NEW YORK CITY —  Sean Noriega seethed as medics took away his neighbor Denise Kingsberry, in part because she wasn’t the first person he’d seen carried out of his building, but also because he didn’t know who would be next.

“It’s just a very, very dangerous situation,” Noriega said. “I’m really afraid someone is going to have a heart attack.”

Harlem Hospital doctors treated Kingsberry for an asthma attack later that day, then told the 56-year-old — who suffers from respiratory problems and three herniated discs in her back — words she didn’t want to hear.

“The doctors said I shouldn’t be taking the stairs,” Kingsberry said. “I don’t know what’s going, I do know I need the elevator badly.”

Noriega and Kingsberry live at Gema Hall, a single-room-occupancy building in Harlem that multiple residents said, and city records confirm, has long been crawling with roaches and mice.

But when the elevator went out in March, and New York City entered into lockdown amid the novel coronavirus pandemic, what was once a problematic home became something much worse.

“We’re prisoners in our own house,” Noriega said.

Visitors were no longer allowed inside the seven-story building, Noreiga said, which meant residents were forced to carry groceries up tall flights of stairs too narrow to allow the use of carts or walkers.

Then, the arrival of summer brought heat that burned in the corridors and Gema Hall’s small rooms, which residents are not allowed to fit with air conditioners without a doctor’s note.  

Resident Alfredo Ramos, 52, said he isn’t allowed to have an air conditioner even though he suffers from asthma, nerve damage and migraines all exacerbated by extreme heat.
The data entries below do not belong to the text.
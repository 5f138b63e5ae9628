/**
 * The report site rendered from the hand-made fixtures (`test/fixtures/audit-result.ts`):
 * every file listed in issue 4 is written, the numbers on the page are the fixture's numbers
 * (rounded by hand below), every local link and asset resolves, and each page has one `<h1>`,
 * headings in order, landmarks and a skip link.
 */
import { existsSync, readFileSync, readdirSync, statSync } from 'node:fs';
import { mkdtemp, readdir, rm } from 'node:fs/promises';
import { tmpdir } from 'node:os';
import { dirname, join, relative } from 'node:path';
import { afterAll, beforeAll, describe, expect, it } from 'vitest';
import { buildCharts } from '../../src/charts/index.ts';
import { renderVersion } from '../../src/report/site.ts';
import { activityFixture } from '../fixtures/audit-result.ts';
import { buildFixtureSite } from '../browser/fixture-site.ts';
import type { FixtureSite } from '../browser/fixture-site.ts';

let tmp = '';
let site: FixtureSite;

function walk(dir: string): string[] {
  return readdirSync(dir).flatMap((name) => {
    const p = join(dir, name);
    return statSync(p).isDirectory() ? walk(p) : [p];
  });
}

const read = (p: string) => readFileSync(p, 'utf8');
/** Collapse whitespace between tags so a row can be matched in one pattern. */
const squash = (html: string) => html.replace(/>\s+</g, '><');
/** The table row holding `needle` (short failure messages instead of the whole page). */
function rowWith(html: string, needle: string): string {
  const at = html.indexOf(needle);
  if (at < 0) return `(no row with ${needle})`;
  return html.slice(html.lastIndexOf('<tr>', at), html.indexOf('</tr>', at) + 5);
}
/** The element that starts at `open` up to the first `close` after it. */
function slice(html: string, open: string, close: string): string {
  const at = html.indexOf(open);
  return at < 0 ? `(missing ${open})` : html.slice(at, html.indexOf(close, at) + close.length);
}

beforeAll(async () => {
  tmp = await mkdtemp(join(tmpdir(), 'lacuna-site-'));
  site = await buildFixtureSite(join(tmp, 'site'));
});

afterAll(async () => {
  if (tmp) await rm(tmp, { recursive: true, force: true });
});

describe('renderVersion writes every file of a version folder', () => {
  it('pages, downloads and one SVG per chart (issue 4 list)', () => {
    const { versionDir, result } = site.audits[0];
    for (const f of ['index.html', 'drift.html', 'compare.html', 'results.json', 'summary.csv', 'summary.md', 'summary.tex', 'references.bib', 'methods.md']) {
      expect(existsSync(join(versionDir, f)), f).toBe(true);
    }
    const chartIds = buildCharts(result).map((c) => c.id);
    expect(chartIds.length).toBeGreaterThan(5);
    for (const id of chartIds) expect(existsSync(join(versionDir, 'figures', `${id}.svg`)), id).toBe(true);
    expect(JSON.parse(read(join(versionDir, 'results.json')))).toEqual(result);
  });

  it('writes no drift or comparison page when there is none (weights fixture)', () => {
    const { versionDir } = site.audits[1];
    expect(existsSync(join(versionDir, 'index.html'))).toBe(true);
    expect(existsSync(join(versionDir, 'drift.html'))).toBe(false);
    expect(existsSync(join(versionDir, 'compare.html'))).toBe(false);
  });

  it('writes only inside the target folder', async () => {
    const parent = await mkdtemp(join(tmpdir(), 'lacuna-target-'));
    try {
      await renderVersion({ result: activityFixture(), charts: [], comparison: null, versions: [] }, join(parent, 'staging'));
      expect(await readdir(parent)).toEqual(['staging']);
    } finally {
      await rm(parent, { recursive: true, force: true });
    }
  });

  it('writes the audit index, the latest/ forwarder, the site index and the assets', () => {
    const out = site.outDir;
    for (const f of ['index.html', 'assets/vega.min.js', 'assets/lacuna.css', 'assets/lacuna-charts.js', 'v1-rig-a/index.html', 'v1-rig-a/latest/index.html']) {
      expect(existsSync(join(out, f)), f).toBe(true);
    }
    const latest = read(join(out, 'v1-rig-a/latest/index.html'));
    expect(latest).toContain('<meta http-equiv="refresh" content="0; url=../2024-06-30T12-00-00Z/index.html">');
    expect(latest).toContain('<a href="../2024-06-30T12-00-00Z/index.html">');
    // Newest first: the fixture version (2024-06-30) before the made-up previous one (2024-05-31).
    const audit = read(join(out, 'v1-rig-a/index.html'));
    expect(audit.indexOf('2024-06-30T12-00-00Z')).toBeLessThan(audit.indexOf('2024-05-31T08-00-00Z'));
    expect(audit).toContain('[latest]');
  });
});

describe('the report page shows the fixture numbers with what they are', () => {
  it('summary rows: estimate, interval, level and method, n, excluded', () => {
    const html = squash(read(join(site.audits[0].versionDir, 'index.html')));
    // rig-a-2024-01 population sparseness: estimate 0.4948261737… → 3 significant digits 0.495;
    // interval [0.4712, 0.5179] → [0.471, 0.518]; level 0.95 BCa; n 5964; excluded 36 (fixture).
    expect(rowWith(html, '>0.495<')).toContain(
      '<th scope="row" class="measure-cell">Population sparseness</th><td class="num">0.495</td><td class="num">[0.471, 0.518]</td><td>95% BCa bootstrap</td><td class="num">5,964</td><td class="num">36</td>',
    );
    // Kurtosis of rig-a-2024-01: 4.4555 → 4.46 (the 4th digit 5 rounds up); [2.0412, 7.9903] → [2.04, 7.99], percentile.
    expect(rowWith(html, '>4.46<')).toContain('<th scope="row" class="measure-cell">Kurtosis</th><td class="num">4.46</td><td class="num">[2.04, 7.99]</td><td>95% percentile bootstrap</td><td class="num">10</td><td class="num">2</td>');
    // rig-a-2024-02 Hoyer has no interval: a dash and the fixture's note, with n 10 and 0 excluded.
    expect(rowWith(html, '>0.551<')).toContain(
      '<td class="num">0.551</td><td class="num">—</td><td><span class="no-interval">no interval: the bootstrap distribution was degenerate</span></td><td class="num">10</td><td class="num">0</td>',
    );
    // Event-based measures are labelled as such: 0.8125 is exact in binary, a tie at 3 digits, and
    // ECMA-262 toPrecision picks the larger n on a tie → 0.813; [0.7904, 0.8336] → [0.790, 0.834].
    expect(rowWith(html, '(event-based)')).toMatch(/Population sparseness <span class="variant">\(event-based\)<\/span><\/th><td class="num">0\.813<\/td><td class="num">\[0\.790, 0\.834\]<\/td>/);
  });

  it('weights audit: a measure without a sampling interval says why', () => {
    const html = squash(read(join(site.audits[1].versionDir, 'index.html')));
    // density 0.4213 → 0.421; n 3392 → 3,392 (fixture).
    expect(rowWith(html, '>0.421<')).toContain('<th scope="row" class="measure-cell">Density</th><td class="num">0.421</td><td class="num">—</td><td><span class="no-interval">every weight was read: no sampling interval</span></td><td class="num">3,392</td>');
  });

  it('findings grouped by level, with the bracketed level word, counts and places', () => {
    const html = squash(read(join(site.audits[0].versionDir, 'index.html')));
    // Fixture: 2 exclude findings (rig-a-2024-01), 1 caution (rig-a-2024-02), 1 notice.
    expect(slice(html, '<h3 id="findings-exclude-h">', '</h3>')).toBe('<h3 id="findings-exclude-h"><span class="marker marker-exclude">[exclude]</span> 2 findings</h3>');
    expect(slice(html, '<h3 id="findings-caution-h">', '</h3>')).toBe('<h3 id="findings-caution-h"><span class="marker marker-caution">[caution]</span> 1 finding</h3>');
    const bins = slice(html, '<code>silent-bins</code>', '</li>');
    expect(bins).toContain('<span class="count">count 36</span>');
    expect(bins).toContain('<code>bins 101–110</code>, <code>bins 3302–3327</code>');
    // Levels come in the order exclude, caution, notice.
    expect(html.indexOf('findings-exclude-h')).toBeLessThan(html.indexOf('findings-caution-h'));
    expect(html.indexOf('findings-caution-h')).toBeLessThan(html.indexOf('findings-notice-h'));
  });

  it('header: version, tool, commit, and the provenance of every input with hash and size', () => {
    const { versionDir, result } = site.audits[0];
    const html = read(join(versionDir, 'index.html'));
    expect(html).toContain(`<code>${result.version}</code>`);
    expect(html).toContain('lacuna 0.1.0, Node v20.18.0');
    expect(html).toContain('<code>abc1234</code>');
    for (const f of result.inputs) {
      expect(html).toContain(`<code>${f.path}</code>`);
      expect(html).toContain(`<code class="hash">${f.sha256}</code>`);
    }
    // 576128 bytes = 562.6 KiB → "563 KiB" (one decimal only below 10); exact count beside it.
    expect(html).toContain('563 KiB<span class="exact"> (576,128 bytes)</span>');
    expect(html).toContain(`<code class="hash">${result.manifest.sha256}</code>`);
    expect(html).toContain('<code>bootstrap.seed</code></dt><dd><code>20240117</code>');
  });

  it('each chart is a figure with inline SVG, its Vega spec as inert JSON, and its description as caption', () => {
    const { versionDir, result } = site.audits[0];
    const html = read(join(versionDir, 'index.html'));
    const perDataset = buildCharts(result).filter((c) => c.datasetId !== null);
    for (const c of perDataset) {
      const at = html.indexOf(`id="fig-${c.id}"`);
      expect(at, c.id).toBeGreaterThan(0);
      const fig = html.slice(at, html.indexOf('</figure>', at));
      expect(fig).toContain('<svg');
      expect(fig).toContain('<script type="application/json"');
      expect(fig).toContain(`<figcaption id="fig-${c.id}-cap">`);
    }
    const drift = read(join(versionDir, 'drift.html'));
    expect(drift).toContain('id="fig-drift--population-sparseness--rig-a"');
    expect(drift).toContain('Screening aid, not a verdict.');
  });

  it('cautions, methods, notes and downloads are on the page', () => {
    const html = read(join(site.audits[0].versionDir, 'index.html'));
    expect(html).toMatch(/Drift flags \(control-chart signals and trend tests\) are screening aids/);
    expect(html).toMatch(/Data from human participants may be published/);
    expect(html).toContain('Recorded on rig A; the May 2024 sessions used a new amplifier.');
    for (const f of ['results.json', 'summary.csv', 'summary.md', 'summary.tex', 'references.bib', 'methods.md']) expect(html).toContain(`<a href="${f}">`);
  });
});

describe('every page links only to files that exist, and loads nothing from the network', () => {
  it('local href/src targets resolve; no http(s) src; assets linked relatively', () => {
    const pages = walk(site.outDir).filter((p) => p.endsWith('.html'));
    // site index, 2 × (audit index + latest/), v1-rig-a: report, drift, compare + previous version's
    // report and drift; mlp-pruning: report
    expect(pages.length).toBe(11);
    for (const page of pages) {
      const html = read(page);
      for (const m of html.matchAll(/\s(href|src)="([^"]*)"/g)) {
        const [, attr, url] = m;
        if (url.startsWith('#') || url === 'data:,') continue;
        if (attr === 'src') expect(url, `${page}: ${url}`).not.toMatch(/^[a-z]+:/i);
        if (/^https?:/.test(url)) continue; // a link a reader may follow; never loaded by the page
        const target = join(dirname(page), decodeURIComponent(url.split('#')[0]));
        expect(existsSync(target), `${relative(site.outDir, page)} → ${url}`).toBe(true);
      }
      expect(html).toContain('<link rel="icon" href="data:,">');
    }
  });

  it('one h1, headings never skip a level going down, main landmark and skip link', () => {
    for (const page of walk(site.outDir).filter((p) => p.endsWith('.html'))) {
      const html = read(page);
      const levels = [...html.matchAll(/<h([1-6])[\s>]/g)].map((m) => Number(m[1]));
      expect(levels.filter((l) => l === 1).length, page).toBe(1);
      expect(levels[0], page).toBe(1);
      for (let i = 1; i < levels.length; i++) expect(levels[i] - levels[i - 1], `${page} heading ${i}`).toBeLessThanOrEqual(1);
      expect(html).toContain('<main id="main"');
      expect(html).toContain('<a class="skip-link" href="#main">');
      // Every table has a caption and its column headers a scope.
      const tables = html.match(/<table/g)?.length ?? 0;
      expect(html.match(/<caption/g)?.length ?? 0, page).toBe(tables);
      expect(html).not.toMatch(/<th(?=[\s>])(?![^>]*scope=)[^>]*>/);
    }
  });
});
“The AC, it helps a lot,” Ramos said. Without air conditioning, he said, “it’s painful.”

The seven-story building at 31 W. 124th Street is owned by Columba Kavanagh House, a nonprofit that bought the building in 1990 and opened Gema Hall three years later, according to city records and the company website.

It’s home to 87 bedrooms, with access to shared kitchens and bathrooms, which low-income New Yorkers can rent at city-set prices and with subsidies from Section 8.

Tax records show the nonprofit earned more than $800,000 in revenue in 2018. About $110,000 went to CEO Millie Otero.

NY1 reached out to building management for a response to this story and received a response for Otero, who said she would not comment. 

Gema Hall has racked up nearly $7,000 in fines and more than 30 Department of Building violations related to elevator repair and maintenance, city records show.

A DOB inspector was sent to Gema Hall Wednesday afternoon to examine the elevator, agency spokesperson Andrew Rudansky said.

The building has also received nine violations in the past year with the Department of Housing Preservation and Development for paint problems, mice and roaches, the department's website shows. 

Ramos said he “knew nothing about bed bugs” until he moved to Gema Hall, and has since seen neighbors battle all kinds of rodents.

Noreiga described roaches crawling out of toilets and kitchen sinks. Both Ramos and Noriega told the story of a man bitten by a mouse on the back of his head, and Kingsberry said she witnessed a mouse in her neighbor’s bed.

“This is ridiculous,” said Kingsberry. “They're like slumlords."

Kingsberry has since returned home, where she faced a climb up six flights of steps to the third floor, because the elevator has not yet been repaired.

"It was horrible," Kinsberry said. "It’s scary when you can’t breathe."